Now you can appreciate why a favorite spot is the kitchen, a structure next to, but separate from, the main room. Francisca is in there sitting before her small adobe stove, its fire fed with the dried dung of llamas, cows or sheep. At mealtimes the whole family gathers in the warmth of the cozy, though somewhat smoky, kitchen. The menu? Perhaps some of Francisca’s delicious llama meat with rice, followed by soup. But for you, she may prepare a special delicacy: the head of a sheep. Its horns first knocked off with a sharp blow against a rock, the head is skinned and then cooked as is—so now it sits on the plate facing you, eyeballs, teeth, nose and ears all there. Maybe along with it you can have a more familiar food—potatoes.
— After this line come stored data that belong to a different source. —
TEST_CASE_TEMPLATE("invalid arguments: clamp bounds, reduction axis", T, float, double) {
    tape<T> t;
    const auto x = t.variable(matrix<T>({2, 2}, T(1)));
    const tenon::error clamp_error = expect_error([&] { tenon::clamp(x, T(1), T(-1)); });
    CHECK(clamp_error.code() == "core.argument.invalid");
    CHECK(contains(clamp_error.what(), "clamp"));
    CHECK_NOTHROW(tenon::clamp(x, T(0.5), T(0.5)));

    const tenon::error axis_error = expect_error([&] { tenon::sum(x, 2); });
    CHECK(axis_error.code() == "core.argument.invalid");
    CHECK(contains(axis_error.what(), "got 2"));
    CHECK(expect_error([&] { tenon::mean(x, -1); }).code() == "core.argument.invalid");
}

TEST_CASE_TEMPLATE("the tape's recording functions refuse kinds they do not compute", T, float, double) {
    tape<T> t;
    const auto x = t.variable(matrix<T>({2, 2}, T(1)));
    const tenon::error e = expect_error([&] { t.unary(tenon::op_kind::add, x); });
    CHECK(e.code() == "core.argument.invalid");
    CHECK(contains(e.what(), "'add'"));
    CHECK(expect_error([&] { t.unary(tenon::op_kind::matmul, x); }).code() == "core.argument.invalid");
    CHECK(expect_error([&] { t.unary(tenon::op_kind::sum_axis, x); }).code() == "core.argument.invalid");
    CHECK(expect_error([&] { t.binary(tenon::op_kind::exp, x, x); }).code() == "core.argument.invalid");
    CHECK(expect_error([&] { t.reduce_axis(tenon::op_kind::sum_all, x, 0); }).code() == "core.argument.invalid");
    // The spelled-out kinds still work through the generic entry points.
    CHECK(t.unary(tenon::op_kind::exp, x).value()(0, 0) == doctest::Approx(std::exp(1.0)));
    CHECK(t.binary(tenon::op_kind::subtract, x, x).value()(1, 1) == T(0));
    CHECK(t.reduce_axis(tenon::op_kind::mean_axis, x, 1).shape() == shape2{2, 1});
}

// ---------------------------------------------------------------------------
// the finite check

TEST_CASE_TEMPLATE("the finite check names the first operation producing NaN or infinity", T, float, double) {
    {
        tape<T> t;
        t.set_check_finite(true);
        CHECK(t.check_finite());
        const auto x = t.input(make_matrix<T>({{T(1), T(0)}}));  // operation #0
        const tenon::error e = expect_error([&] { tenon::log(x); });  // operation #1: log 0 = -inf
        CHECK(e.code() == "autodiff.non_finite");
        CHECK(contains(e.what(), "operation #1 (log)"));
        CHECK(contains(e.what(), "column 1"));
    }
    {
        // sqrt(0) = 0 is finite, but its derivative 1 / (2 sqrt 0) is not.
        tape<T> t;
        t.set_check_finite(true);
        const auto x = t.variable(make_matrix<T>({{T(4), T(0)}}));  // #0
        const auto r = tenon::sqrt(x);  // #1
        const tenon::error e = expect_error([&] { t.backward(tenon::sum(r)); });
        CHECK(e.code() == "autodiff.non_finite");
        CHECK(contains(e.what(), "backward through operation #1 (sqrt)"));
    }
    {
        // A host-defined operation is reported by its own name.
        const reciprocal_operation<T> reciprocal;
        tape<T> t;
        t.set_check_finite(true);
        const auto x = t.variable(make_matrix<T>({{T(2), T(0)}}));
        const tenon::error e = expect_error([&] { t.apply(reciprocal, {x}); });
        CHECK(e.code() == "autodiff.non_finite");
        CHECK(contains(e.what(), "operation #1 (reciprocal)"));
    }
    {
        // Overflow to infinity is caught at the operation that overflows.
        tape<T> t;
        t.set_check_finite(true);
        const auto big = t.input(make_matrix<T>({{std::numeric_limits<T>::max(), T(1)}}));  // #0
        const tenon::error e = expect_error([&] { big + big; });  // #1: overflows to +inf
        CHECK(e.code() == "autodiff.non_finite");
        CHECK(contains(e.what(), "operation #1 (add)"));
        CHECK(contains(e.what(), "column 0"));
    }
}

TEST_CASE_TEMPLATE("a side branch off the path to the loss does not poison gradients", T, float, double) {
    // sqrt(0) = 0 is a finite value whose derivative is infinite. When that
    // node does not feed the loss, its upstream gradient is zero and backward
    // must skip it rather than add 0 * inf = NaN into the shared input.
    tape<T> t;
    t.set_check_finite(true);
    const auto x = t.variable(make_matrix<T>({{T(4), T(0)}}));
    const auto side = tenon::sqrt(x);  // e.g. a monitored value
    const auto loss = tenon::sum(tenon::square(x));
    CHECK_NOTHROW(t.backward(loss));
    CHECK(t.grad(x)(0, 0) == T(8));
    CHECK(t.grad(x)(0, 1) == T(0));
    CHECK(t.grad(side)(0, 1) == T(0));
}

TEST_CASE_TEMPLATE("with the finite check off, non-finite values pass silently", T, float, double) {
    tape<T> t;
    CHECK_FALSE(t.check_finite());
    const auto x = t.variable(make_matrix<T>({{T(1), T(0)}}));
    const auto l = tenon::log(x);
    CHECK(std::isinf(l.value()(0, 1)));
    const auto r = tenon::sqrt(x);
    CHECK_NOTHROW(t.backward(tenon::sum(r)));
    CHECK(std::isinf(t.grad(x)(0, 1)));
}

// ---------------------------------------------------------------------------
// reuse, accumulation, frozen parameters

namespace {

// One training-step graph: mean(tanh(x W + b)^2), recorded on a cleared tape.
// Returns the data() pointers of every recorded value, in recording order.
template <class T>
std::vector<const T*> record_step(tape<T>& t, tenon::parameter<T>& w, tenon::parameter<T>& b, const matrix<T>& x, T& loss_value) {
    t.clear();
    std::vector<var<T>> vars;
    vars.push_back(t.input(x));
    vars.push_back(t.track(w));
    vars.push_back(t.track(b));
    vars.push_back(tenon::matmul(vars[0], vars[1]));
    vars.push_back(vars[3] + vars[2]);
    vars.push_back(tenon::tanh(vars[4]));
    vars.push_back(tenon::square(vars[5]));
    vars.push_back(tenon::mean(vars[6]));
    t.backward(vars.back());
    loss_value = vars.back().value()(0, 0);
    std::vector<const T*> buffers;
    for (const auto& v : vars) {
        buffers.push_back(v.value().data());
        buffers.push_back(t.grad(v).data());
    }
    return buffers;
}

}  // namespace

TEST_CASE_TEMPLATE("recording the same graph after clear() reuses every buffer", T, float, double) {
    tenon::random_engine rng(3);
    matrix<T> x({4, 3}), w0({3, 2});
    for (auto& v : x) v = rng.uniform<T>(T(-1), T(1));
    for (auto& v : w0) v = rng.uniform<T>(T(-1), T(1));
    tenon::parameter<T> w("w", w0), b("b", shape2{1, 2});
    tape<T> t;

    T first_loss = T(0);
    const auto first = record_step(t, w, b, x, first_loss);
    const matrix<T> first_grad = w.grad();
    CHECK(t.size() == 8);
    for (int step = 0; step < 3; ++step) {
        w.clear_gradient();
        b.clear_gradient();
        T loss = T(0);
        const auto again = record_step(t, w, b, x, loss);
        CHECK(again == first);  // same buffers, node by node
        CHECK(loss == first_loss);  // bit-identical results
        for (std::size_t k = 0; k < w.size(); ++k) CHECK(w.grad().data()[k] == first_grad.data()[k]);
    }
}

TEST_CASE_TEMPLATE("clear() empties the recording; track() follows a resized parameter", T, float, double) {
    tape<T> t;
    tenon::parameter<T> p("p", make_matrix<T>({{T(1), T(2)}}));
    t.track(p);
    CHECK(t.size() == 1);
    t.clear();
    CHECK(t.size() == 0);

    // A host that reshapes a parameter's value directly gets a gradient of
    // the new shape, starting from zero, the next time the tape watches it.
    p.value() = make_matrix<T>({{T(1)}, {T(2)}, {T(3)}});
    const auto v = t.track(p);
    CHECK(tenon::shape_of(p.grad()) == shape2{3, 1});
    t.backward(tenon::sum(tenon::square(v)));
    CHECK(p.grad()(2, 0) == T(6));
}

TEST_CASE_TEMPLATE("two backward passes without clear_gradient add up", T, float, double) {
    tenon::parameter<T> w("w", make_matrix<T>({{T(0.5), T(-1)}}));
    tape<T> t;
    const auto loss = tenon::sum(tenon::square(t.track(w)));  // d/dw = 2w
    t.backward(loss);
    CHECK(w.grad()(0, 0) == doctest::Approx(1.0));
    t.backward(loss);  // the same recording again
    CHECK(w.grad()(0, 0) == doctest::Approx(2.0));
    t.clear();
    t.backward(tenon::sum(tenon::square(t.track(w))));  // and a fresh recording
    CHECK(w.grad()(0, 0) == doctest::Approx(3.0));
    CHECK(w.grad()(0, 1) == doctest::Approx(-6.0));
    w.clear_gradient();
    CHECK(w.grad()(0, 1) == T(0));
}

TEST_CASE_TEMPLATE("grad() reads zero for values that did not influence the loss", T, float, double) {
    tape<T> t;
    const auto x = t.variable(make_matrix<T>({{T(1), T(2)}}));
    const auto first_loss = tenon::sum(tenon::square(x));
    const auto later = tenon::exp(x);  // recorded after first_loss
    const auto second_loss = tenon::sum(later);
    t.backward(second_loss);
    CHECK(t.grad(later)(0, 0) == T(1));
    t.backward(first_loss);
    // `later` has no path to first_loss: its gradient must not be the stale
    // value of the previous pass.
    CHECK(t.grad(later)(0, 0) == T(0));
    CHECK(t.grad(x)(0, 1) == T(4));
    // Constants never get a gradient.
    const auto c = t.input(make_matrix<T>({{T(1)}}));
    CHECK(t.grad(c)(0, 0) == T(0));
}

TEST_CASE_TEMPLATE("a frozen parameter takes part in the forward pass but gets no gradient", T, float, double) {
    tenon::parameter<T> frozen("frozen", make_matrix<T>({{T(2), T(3)}}));
    tenon::parameter<T> live("live", make_matrix<T>({{T(5), T(7)}}));
    frozen.set_trainable(false);
    CHECK_FALSE(frozen.trainable());
    tape<T> t;
    const auto loss = tenon::sum(t.track(frozen) * t.track(live));
    CHECK(loss.value()(0, 0) == T(31));
    t.backward(loss);
    CHECK(frozen.grad()(0, 0) == T(0));
    CHECK(frozen.grad()(0, 1) == T(0));
    CHECK(live.grad()(0, 0) == T(2));  // d/dlive = frozen
    CHECK(live.grad()(0, 1) == T(3));

    // With only frozen parameters the loss needs no gradient at all.
    t.clear();
    CHECK_NOTHROW(t.backward(tenon::sum(t.track(frozen))));
    CHECK(frozen.grad()(0, 0) == T(0));
}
But here on the altiplano they grow more than 112 distinct varieties. And often the potatoes are prepared as chuño, alternately frozen and dried by exposure to the cold night air and the warm sunlight and then squeezed free of any remaining moisture. “No preservatives added”—nor needed! They keep almost indefinitely this way.
People Worth Knowing
You soon find your hosts are not ordinary people. Desiderio explains why he is often up at five a.m. You see, he and his family are Jehovah’s witnesses, part of a small congregation in this area. In their Bible educational work, they often conduct Bible studies very early in the morning with interested persons before the daily chores occupy all the students’ time. Even Desiderio’s eleven-year-old daughter Julia, who regularly leads the family’s sheep and llamas out to pasture, conducts four such Bible studies with some children of her own age—thus pasturing “sheep” (or “lambs”) of another kind.
Different costumes and customs, simple ways and simple tastes—yes, but people are people the earth around. And here you see how wholesome and happy a family can be when the elevating effect of God’s Word operates in their lives. Even little four-year-old Adrián, who usually sticks close by mamá in the kitchen, has committed to memory a number of songs from the songbook the family uses, songs with Bible themes, and he sings them for you with gusto—with a little bit of coaxing first.
True, you can see many of the cholos on the altiplano with an impassionate, rather dull look on their faces. This may be due to the practice many have of chewing coca leaves containing the narcotic cocaine. They believe the plant has magical powers. It dulls their senses to feelings of cold or hunger. But Jehovah’s witnesses here as in all lands find comfort instead in the cheering promises of the Bible. And they find the privilege of showing love to their neighbors by Bible educational work a most stimulating and enriching feature in their lives. On foot or by bicycle they enthusiastically cover a wide area with good news about God’s righteous government, the Kingdom. This, and not just sheer altitude, is what makes their life on the altiplano truly a “high way of life.”